Another key challenge in the application of voice technology in healthcare lies in safeguarding patient-generated data and ensuring compliance with HIPAA standards. In accordance with U.S. federal and state privacy laws, the U.S. Department of Health and Human Services (HHS) has established the Health Insurance Portability and Accountability Act (HIPAA), which addresses patient safety and the protection of personal privacy. HIPAA sets forth a set of standard measures for healthcare providers to protect patient privacy. Strict adherence to these regulations is mandatory when entering information into electronic health records.

 

Finally, the issue of standardization is addressed. In 2006, the Healthcare Information and Management Systems Society (HIMSS) published the white paper “Electronic Medical Records vs. Electronic Health Records: Yes, There Is a Difference,” which introduced the Electronic Medical Record Adoption Model (EMRAM). This model serves as a basis for evaluating the level of health information technology adoption in healthcare organizations. The HIMSS evaluation focuses on electronic medical record systems and comprises eight stages. Personalized medicine, evidence-based medicine, and evidence-based management all critically depend on the extensive and in-depth use of modern information technology.

 

In addition to imposing strict requirements on the documentation, terminology, and coding of electronic medical records (EMRs), China launched the “Graded Evaluation of EMR System Application Levels” in 2010. Under the relevant standards, EMR system application levels are classified into eight grades. The criteria for each grade encompass both localized requirements for the EMR system and overarching requirements for the entire health information system.

 

Although the application of voice technology in the field of electronic medical records still faces numerous obstacles, reliability, portability, and cost-effectiveness will become key factors for healthcare institutions in adopting transcription tools.

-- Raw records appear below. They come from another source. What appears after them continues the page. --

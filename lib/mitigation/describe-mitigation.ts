import type { Mitigation } from "./types";

/**
 * One mitigation in words for people (the sheet, the saved-study list, the PDF). The one place
 * these words are made.
 *
 * @example describeMitigation({ kind: "passive-filter", tuningOrder: 4.7, kvar: 300, q: 30 }) // "single-tuned filter at 4.7th, 300 kvar, q 30"
 */
export function describeMitigation(m: Mitigation): string {
  switch (m.kind) {
    case "reactor":
      return `${m.percent} % AC line reactor`;
    case "dc-choke":
      return `${m.percent} % DC choke`;
    case "multi-pulse":
      return `${m.pulses}-pulse conversion (${m.imbalancePercent} % imbalance)`;
    case "passive-filter":
      return `single-tuned filter at ${m.tuningOrder}th, ${m.kvar} kvar, q ${m.q}`;
    case "active-filter":
      return `active filter ${m.ratingA} A (orders ${m.fromOrder}–${m.toOrder})`;
  }
}
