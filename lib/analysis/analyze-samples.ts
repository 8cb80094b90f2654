// The analysis pipeline on samples already in memory: fundamental → windows → resample → FFT →
// per-order values, groups, indices, power, sequence components, aggregation.
import { summarizeWindows } from "./aggregate";
import { AnalysisInputError } from "./errors";
import { estimateFundamental } from "./estimate-fundamental";
import { getFft } from "./get-fft";
import { computeIndices } from "./indices";
import { pairPhases } from "./pair-phases";
import { findOverride } from "./plan-columns";
import { pairPower } from "./power";
import { applyResample, kernelHalfWidth, planResample, PASSBAND_FRACTION, type ResamplePlan } from "./resample";
import { sequenceComponents, type Phasor } from "./sequence";
import type {
  AnalysisOptions,
  AnalysisResult,
  ChannelResult,
  HarmonicGroupValue,
  HarmonicValue,
  PhaseLabel,
  PowerPhase,
  Quantity,
  SequenceSet,
} from "./types";

/** One channel handed to {@link analyzeSamples}; values in A or V before any `scale` override. */
export interface SampleChannel {
  /** Header text; options.channels keys match it case-insensitively. */
  name: string;
  quantity?: Quantity | null;
  phase?: PhaseLabel | null;
  samples: ArrayLike<number>;
}

export interface SampleCapture {
  sampleIntervalS: number;
  channels: SampleChannel[];
  /** Warnings from the import, passed through to the result. */
  warnings?: string[];
  sampleIntervalSource?: AnalysisResult["sampleIntervalSource"];
}

/** Milliseconds spent per stage, for the benchmark. */
export interface StageTimings {
  importMs?: number;
  checksMs?: number;
  fundamentalMs?: number;
  windowsMs?: number;
  aggregateMs?: number;
}

/** Longest window allowed to extend past the record, as a fraction of a window (IEC 61000-4-7 sync tolerance is ±0.03 %). */
const WINDOW_FIT_TOLERANCE = 1e-3;
/** Windows are resampled to at most this many points (decimating longer ones with an anti-alias kernel). */
const MAX_POINTS = 4096;
const DEFAULT_MAX_ORDER = 50;
const CLIP_RUN = 4;
const DC_WARNING_FRACTION = 0.02;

The medical transcription industry is considered one of the most promising sectors within healthcare information management, as it is significantly influenced by continuously evolving technologies.

 

Most medical transcription devices consist of built-in speech recognition and memory storage systems. As automatic transcription technology becomes increasingly prevalent, it is expected to replace various analog devices in the near future. Factors such as the rising value of relevant healthcare professionals or in-house transcriptionists, along with the growth of outsourced medical transcription services, are projected to drive market demand in the coming years.